This article is based on an article from the Japanese edition of Engadget and was created using the translation tool Deepl.
NVIDIA announced its AI-based data compression technology for video conferencing at GPU Technology Conference 2020.
It reduces the amount of traffic to less than one-tenth of the standard H.264 compression, reduces block noise and other image quality degradation, even on slow lines, and even corrects off-camera eye contact and face-to-face eye contact.
NVIDIA's new AI Video Compression technology is optimized for video calling and conferencing and allows AI to learn human faces.
While traditional video conferencing software uses general-purpose video compression technology and sends the video in a sort of straightforward manner, NVIDIA's AI compression first recognizes the face in the camera footage locally and sends it to the other party as the original keyframe.
At the same time, multiple facial key points such as eyes, nose, and contour of each person on a video call are extracted, and after the keyframe, only the movements of these key points are transmitted. The receiver combines the movements of the key points in relation to the keyframe to "reconstruct" the movements and expressions of the face and can send a talking face with significantly less data than if the video were sent as is.
In short, it's a real-time applied version of the app that makes photos speak realistically and replaces faces. Keyframes are also fed in as needed, rather than just the first one, to prevent unnatural expressions after the reconstruction.
While it only "compresses" faces and general video conferencing footage, it can be used even when wearing masks, glasses, etc. According to NVIDIA, the technology can achieve dramatic data savings of 1/10 or 1/100th of the H.264 codec ratio.
Because the video itself doesn't need to be constantly transmitted, the technology also doesn't break up images with noises like typical general-purpose video compression, even on extremely slow lines.
In the example of the demo, the amount of data below the wobbly H.264 compression was able to show natural movement with little noise.
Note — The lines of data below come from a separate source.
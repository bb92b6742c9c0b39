//! Checks of quantity text and IEC 60062 codes against SI prefix definitions and IEC 60062 examples.

use flipwright::units::{
    format_code, format_quantity, format_quantity_digits, parse_code, parse_quantity, tolerance_from_letter,
    tolerance_letter, QuantityError, Unit,
};
use proptest::prelude::*;

/// Parses `input` as `unit` and demands exactly `expected`: the parser promises the `f64`
/// nearest to the decimal value written, which is what the literal `expected` also is.
fn check(input: &str, unit: Unit, expected: f64) {
    match parse_quantity(input, unit) {
        Ok(value) => assert_eq!(value, expected, "parse_quantity({input:?}, {unit:?})"),
        Err(error) => panic!("parse_quantity({input:?}, {unit:?}) failed: {error}"),
    }
}

/// Parses `input` expecting an error whose message contains every one of `fragments`.
fn check_error(input: &str, unit: Unit, fragments: &[&str]) -> QuantityError {
    let error = match parse_quantity(input, unit) {
        Ok(value) => panic!("parse_quantity({input:?}, {unit:?}) gave {value}, expected an error"),
        Err(error) => error,
    };
    let message = error.to_string();
    for fragment in fragments {
        assert!(message.contains(fragment), "message for {input:?} lacks {fragment:?}: {message}");
    }
    error
}

#[test]
fn plain_numbers_and_si_prefixes() {
    // Prefix factors: BIPM SI Brochure, 9th edition (2019), table 7.
    check("0.47", Unit::Ohm, 0.47);
    check("1e3", Unit::Ohm, 1000.0);
    check("4.7k", Unit::Ohm, 4700.0);
    check("4.7 k", Unit::Ohm, 4700.0);
    check("4.7kΩ", Unit::Ohm, 4700.0);
    check("4.7 kΩ", Unit::Ohm, 4700.0);
    check("4.7 k\u{2126}", Unit::Ohm, 4700.0); // U+2126 OHM SIGN, Unicode's compatibility form of omega
    check("4.7 kohm", Unit::Ohm, 4700.0);
    check("4.7kOhm", Unit::Ohm, 4700.0);
    check("4.7K", Unit::Ohm, 4700.0); // upper-case K for kilo: common practice
    check("1M", Unit::Ohm, 1e6);
    check("1 mΩ", Unit::Ohm, 1e-3);
    check("2.2G", Unit::Ohm, 2.2e9);
    check("100nF", Unit::Farad, 100e-9);
    check("100 n", Unit::Farad, 100e-9);
    check("2.2 µF", Unit::Farad, 2.2e-6); // U+00B5 MICRO SIGN
    check("2.2 μF", Unit::Farad, 2.2e-6); // U+03BC GREEK SMALL LETTER MU
    check("2.2 uF", Unit::Farad, 2.2e-6); // ASCII u for micro: common practice
    check("1.5e-9 F", Unit::Farad, 1.5e-9);
    check("1mF", Unit::Farad, 1e-3);
    check("10 pF", Unit::Farad, 10e-12);
    check("10 mA", Unit::Ampere, 10e-3);
    check("10mA", Unit::Ampere, 10e-3);
    check("-5 V", Unit::Volt, -5.0);
    check("+12V", Unit::Volt, 12.0);
    check("  3.3 V \t", Unit::Volt, 3.3);
    check("1 MHz", Unit::Hertz, 1e6);
    check("32.768 kHz", Unit::Hertz, 32_768.0);
    check("1.5 µs", Unit::Second, 1.5e-6);
    check("250 mW", Unit::Watt, 0.25);
    check(".5", Unit::Volt, 0.5);
    check("1E-3", Unit::Second, 1e-3);
    check("1e3k", Unit::Ohm, 1e6);
}

#[test]
fn iec_60062_codes_inside_quantities() {
    // Letter-and-digit codes: IEC 60062 multiplier letters in place of the decimal point.
    check("4K7", Unit::Ohm, 4700.0);
    check("R47", Unit::Ohm, 0.47);
    check("100R", Unit::Ohm, 100.0);
    check("2n2", Unit::Farad, 2.2e-9);
    check("n47", Unit::Farad, 0.47e-9);
    check("10K", Unit::Ohm, 10_000.0);
    check("20T", Unit::Ohm, 20e12); // T = tera, an IEC 60062 resistor letter though not an input prefix
}

#[test]
fn resistor_codes_read_as_iec_60062_says() {
    // Each pair: IEC 60062 resistor code examples.
    let cases = [
        ("R47", 0.47),
        ("4R7", 4.7),
        ("4K7", 4700.0),
        ("47K3", 47_300.0),
        ("4M7", 4.7e6),
        ("1K0", 1000.0),
        ("100R", 100.0),
        ("10K", 10_000.0),
        ("4G7", 4.7e9),
        ("1T0", 1e12),
        ("4k7", 4700.0), // lower-case k: common practice, tolerated
    ];
    for (code, expected) in cases {
        assert_eq!(parse_code(code, Unit::Ohm), Ok(expected), "{code}");
    }
}

#[test]
fn capacitor_codes_read_as_iec_60062_says() {
    // Each pair: IEC 60062 capacitor code examples.
    let cases = [
        ("1p0", 1e-12),
        ("6p8", 6.8e-12),
        ("2n2", 2.2e-9),
        ("2u2", 2.2e-6),
        ("2µ2", 2.2e-6),
        ("2μ2", 2.2e-6),
        ("100n", 100e-9),
        ("n47", 0.47e-9),
        ("4m7", 4.7e-3),
        ("1F5", 1.5),
    ];
    for (code, expected) in cases {
        assert_eq!(parse_code(code, Unit::Farad), Ok(expected), "{code}");
    }
}

#[test]
fn codes_are_written_as_iec_60062_says() {
    // Each pair: IEC 60062 examples; "1K0"/"1p0" keep a trailing 0 by common practice.
    let resistor_cases = [
        (4700.0, "4K7"),
        (0.47, "R47"),
        (4.7, "4R7"),
        (100.0, "100R"),
        (1000.0, "1K0"),
        (47_300.0, "47K3"),
        (4.7e6, "4M7"),
        (10_000.0, "10K"),
    ];
    for (value, expected) in resistor_cases {
        assert_eq!(format_code(value, Unit::Ohm, 3), Ok(expected.to_string()), "{value}");
    }
    let capacitor_cases = [
        (2.2e-9, "2n2"),
        (1e-12, "1p0"),
        (100e-9, "100n"),
        (6.8e-12, "6p8"),
        (2.2e-6, "2u2"),
        (470e-12, "470p"),
    ];
    for (value, expected) in capacitor_cases {
        assert_eq!(format_code(value, Unit::Farad, 3), Ok(expected.to_string()), "{value}");
    }
}

#[test]
fn code_formatting_rounds_to_the_requested_digits() {
    // Rounding to significant figures: ordinary arithmetic.
    assert_eq!(format_code(4749.0, Unit::Ohm, 2), Ok("4K7".to_string()));
    assert_eq!(format_code(4751.0, Unit::Ohm, 2), Ok("4K8".to_string()));
    assert_eq!(format_code(4751.0, Unit::Ohm, 4), Ok("4K751".to_string()));
    assert_eq!(format_code(0.0, Unit::Ohm, 3), Ok("0R".to_string())); // zero-ohm link: common practice
}

#[test]
fn code_errors_say_what_was_expected() {
    let not_a_code_unit = parse_code("4K7", Unit::Volt).map_err(|error| error.to_string());
    assert!(
        matches!(not_a_code_unit, Err(message) if message.contains("resistance") && message.contains("volts"))
    );
    let cases = [
        ("470", Unit::Ohm, "no multiplier letter"),
        ("4K7K", Unit::Ohm, "more than one multiplier letter"),
        ("K", Unit::Ohm, "no digits"),
        ("4m7", Unit::Ohm, "'m' is not a digit or a multiplier letter"),
        ("4.7K", Unit::Ohm, "'.' is not a digit"),
        ("4R7", Unit::Farad, "'R' is not a digit"),
    ];
    for (text, unit, fragment) in cases {
        let message = parse_code(text, unit).map_err(|error| error.to_string()).err().unwrap_or_default();
        assert!(message.contains(fragment), "{text}: {message}");
        assert!(message.contains("expected digits"), "{text}: {message}");
    }
    let writing_errors = [
        format_code(-1.0, Unit::Ohm, 3),
        format_code(f64::NAN, Unit::Ohm, 3),
        format_code(0.0, Unit::Farad, 3),
        format_code(1e16, Unit::Ohm, 3),
        format_code(1e-4, Unit::Ohm, 3),
        format_code(1e4, Unit::Farad, 3),
    ];
    for result in writing_errors {
        let message = result.err().map(|error| error.to_string()).unwrap_or_default();
        assert!(message.contains("cannot be written as an IEC 60062 code"), "{message}");
    }
    assert!(matches!(
        format_code(4700.0, Unit::Ohm, 0),
        Err(QuantityError::InvalidSignificantDigits { requested: 0 })
    ));
    assert!(format_code(4700.0, Unit::Ohm, 16).is_err());
    assert!(format_code(4700.0, Unit::Hertz, 3).is_err());
}

#[test]
fn tolerance_letters_follow_iec_60062() {
    // Each pair: IEC 60062 tolerance letter table.
    let table = [
        ('B', 0.001),
        ('C', 0.0025),
        ('D', 0.005),
        ('F', 0.01),
        ('G', 0.02),
        ('J', 0.05),
        ('K', 0.10),
        ('M', 0.20),
    ];
    for (letter, tolerance) in table {
        assert_eq!(tolerance_from_letter(letter), Some(tolerance), "{letter}");
        assert_eq!(tolerance_letter(tolerance), Some(letter), "{tolerance}");
        assert_eq!(tolerance_letter(tolerance * (1.0 + 5e-10)), Some(letter));
    }
    assert_eq!(tolerance_letter(0.03), None);
    assert_eq!(tolerance_letter(0.05 * 1.000_001), None);
    assert_eq!(tolerance_letter(f64::NAN), None);
    assert_eq!(tolerance_from_letter('A'), None);
    assert_eq!(tolerance_from_letter('j'), None);
}

#[test]
fn quantities_are_written_with_engineering_prefixes() {
    // Prefix symbols: BIPM SI Brochure, 9th edition (2019), table 7; U+00B5 for micro.
    let cases = [
        (4700.0, Unit::Ohm, "4.7 kΩ"),
        (100e-9, Unit::Farad, "100 nF"),
        (2.2e-6, Unit::Farad, "2.2 µF"),
        (10e-3, Unit::Ampere, "10 mA"),
        (0.0, Unit::Volt, "0 V"),
        (-5.0, Unit::Volt, "-5 V"),
        (1.25e6, Unit::Hertz, "1.25 MHz"),
        (1e-3, Unit::Ohm, "1 mΩ"),
        (999.6, Unit::Ohm, "1 kΩ"),
        (1.234_56e-11, Unit::Second, "12.3 ps"),
        (2.5e9, Unit::Watt, "2.5 GW"),
    ];
    for (value, unit, expected) in cases {
        assert_eq!(format_quantity(value, unit), expected, "{value}");
    }
    assert_eq!(format_quantity_digits(4_712.0, Unit::Ohm, 2), "4.7 kΩ");
    assert_eq!(format_quantity_digits(4_712.0, Unit::Ohm, 4), "4.712 kΩ");
    assert_eq!(format_quantity_digits(4_712.0, Unit::Ohm, 1), "5 kΩ");
}

#[test]
fn wrong_input_is_refused_with_a_helpful_message() {
    check_error("", Unit::Ohm, &["no value given", "ohms"]);
    check_error("   ", Unit::Farad, &["no value given", "farads"]);
    check_error("abc", Unit::Ohm, &["\"abc\" is not a number", "4.7 kΩ"]);
    check_error("k", Unit::Ohm, &["not a number"]);
    check_error("NaN", Unit::Volt, &["not a finite number"]);
    check_error("-inf V", Unit::Volt, &["not a finite number"]);
    check_error("1e999", Unit::Volt, &["not a finite number"]);
    check_error("10 V", Unit::Ohm, &["volts (V)", "ohms (Ω)"]);
    check_error("1 mohm", Unit::Farad, &["ohms", "farads"]);
    check_error("4.7 x", Unit::Ohm, &["\"x\" is not an SI prefix", "Ω"]);
    check_error("4.7 kV", Unit::Ohm, &["volts", "ohms"]);
    check_error("4.7 kx", Unit::Ohm, &["\"kx\""]);
    check_error("1.2.3", Unit::Volt, &["more than one decimal point"]);
    check_error("4.7kΩ abc", Unit::Ohm, &["\"kΩ abc\""]);
    check_error("4.7e", Unit::Volt, &["\"e\""]);
    check_error("5 V V", Unit::Volt, &["\"V V\""]);
    check_error("4.7 k Ω", Unit::Ohm, &["\"k Ω\""]);
    check_error("1f", Unit::Farad, &["\"f\""]);
}

#[test]
fn ambiguous_prefixes_are_refused() {
    // Bare "m" on a resistance: milliohm by SI, megohm by shop habit; refused by design.
    let error = check_error("1m", Unit::Ohm, &["ambiguous", "\"M\"", "mΩ"]);
    assert!(matches!(error, QuantityError::AmbiguousResistancePrefix { .. }));
    let error = check_error("1M", Unit::Farad, &["megafarads", "µ"]);
    assert!(matches!(error, QuantityError::ImplausibleCapacitancePrefix { .. }));
    // Spelled-out units are unambiguous.
    check("1 mΩ", Unit::Ohm, 1e-3);
    check("1 MF", Unit::Farad, 1e6);
    check("1m", Unit::Volt, 1e-3);
}

/// Log-uniform positive values between 10^low and 10^high.
fn log_uniform(low: f64, high: f64) -> impl Strategy<Value = f64> {
    (low..high).prop_map(|exponent| 10f64.powf(exponent))
}

fn any_unit() -> impl Strategy<Value = Unit> {
    proptest::sample::select(Unit::ALL.to_vec())
}

/// Whether `rounded` is `original` rounded to `digits` significant figures: it has no more
/// digits than that and lies within half a unit of the last kept digit.
fn is_rounding_of(rounded: f64, original: f64, digits: i32) -> bool {
    let last_digit_exponent = original.abs().log10().floor() as i32 - (digits - 1);
    let unit_in_last_place = 10f64.powi(last_digit_exponent);
    let scaled = rounded / unit_in_last_place;
    // Division error stays far below a thousandth of a unit for up to 15 digits.
    let has_few_digits = (scaled - scaled.round()).abs() <= 1e-3;
    // The slack covers a carry into the next decade (9.996 → 10.0) and binary ties.
    let close_enough = (rounded - original).abs() <= 0.5 * unit_in_last_place * (1.0 + 1e-9);
    has_few_digits && close_enough
}

proptest! {
    #[test]
    fn quantities_round_trip_within_three_digits(
        magnitude in log_uniform(-12.0, 9.0),
        negative in any::<bool>(),
        unit in any_unit(),
    ) {
        let value = if negative { -magnitude } else { magnitude };
        let text = format_quantity(value, unit);
        let parsed = parse_quantity(&text, unit);
        prop_assert!(parsed.is_ok(), "{text}: {parsed:?}");
        let parsed = parsed.unwrap_or_default();
        prop_assert!(is_rounding_of(parsed, value, 3), "{value} → {text} → {parsed}");
    }

    #[test]
    fn quantities_round_trip_at_any_digit_count(
        magnitude in log_uniform(-15.0, 15.0),
        digits in 1usize..=12,
        unit in any_unit(),
    ) {
        let text = format_quantity_digits(magnitude, unit, digits);
        let parsed = parse_quantity(&text, unit);
        prop_assert!(parsed.is_ok(), "{text}: {parsed:?}");
        let parsed = parsed.unwrap_or_default();
        prop_assert!(is_rounding_of(parsed, magnitude, digits as i32), "{magnitude} → {text} → {parsed}");
    }

    #[test]
    fn resistor_codes_round_trip(value in log_uniform(-2.999, 14.9), digits in 1usize..=6) {
        let code = format_code(value, Unit::Ohm, digits);
        prop_assert!(code.is_ok(), "{value}: {code:?}");
        let code = code.unwrap_or_default();
        prop_assert!(!code.contains('.'), "{code}");
        prop_assert_eq!(code.chars().filter(|c| !c.is_ascii_digit()).count(), 1, "{}", code);
        let parsed = parse_code(&code, Unit::Ohm).unwrap_or(f64::NAN);
        prop_assert!(is_rounding_of(parsed, value, digits as i32), "{value} → {code} → {parsed}");
        // The quantity parser must read codes too.
        prop_assert_eq!(parse_quantity(&code, Unit::Ohm), Ok(parsed), "{}", code);
    }

    #[test]
    fn capacitor_codes_round_trip(value in log_uniform(-14.999, 2.9), digits in 1usize..=6) {
        let code = format_code(value, Unit::Farad, digits);
        prop_assert!(code.is_ok(), "{value}: {code:?}");
        let code = code.unwrap_or_default();
        prop_assert!(code.is_ascii(), "{code}");
        let parsed = parse_code(&code, Unit::Farad).unwrap_or(f64::NAN);
        prop_assert!(is_rounding_of(parsed, value, digits as i32), "{value} → {code} → {parsed}");
        prop_assert_eq!(parse_quantity(&code, Unit::Farad), Ok(parsed), "{}", code);
    }

    #[test]
    fn parsing_arbitrary_text_never_panics(text in "\\PC*", unit in any_unit()) {
        if let Ok(value) = parse_quantity(&text, unit) {
            prop_assert!(value.is_finite());
        }
        if let Ok(value) = parse_code(&text, unit) {
            prop_assert!(value.is_finite());
        }
    }

    #[test]
    fn parsing_number_like_text_never_panics(
        text in "[-+0-9.eEkKmMunpGµμΩRFVAsHzWoh ]{0,12}",
        unit in any_unit(),
    ) {
        match parse_quantity(&text, unit) {
            Ok(value) => prop_assert!(value.is_finite()),
            Err(error) => prop_assert!(!error.to_string().is_empty()),
        }
        if let Ok(value) = parse_code(&text, unit) {
            prop_assert!(value.is_finite());
        }
    }
}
In essence, it's similar to performance capture, where the "model of the moving face" and the "facial expression capture data" are acquired at the same time, so it's possible to move the eyes and change the direction of the face during reconstruction.
In the example of the demo, it was modified from looking away from the camera because the user was gazing at the screen to looking straight at the camera, or the person on the other end of the line.
Similarly, it can be used as a technique to make an avatar or character speak by making the keyframe another image or 3D model instead of your own face.
NVIDIA's AI Video Compression technology will be available as part of NVIDIA Maxine, a cloud AI-based video streaming platform that combines other technologies such as super-resolution for low-resolution video, audio denoising, real-time translation, and virtual backgrounds.
This article is based on an article from the Japanese edition of Engadget and was created using the translation tool Deepl. The Japanese edition of Engadget does not guarantee the accuracy or reliability of this article.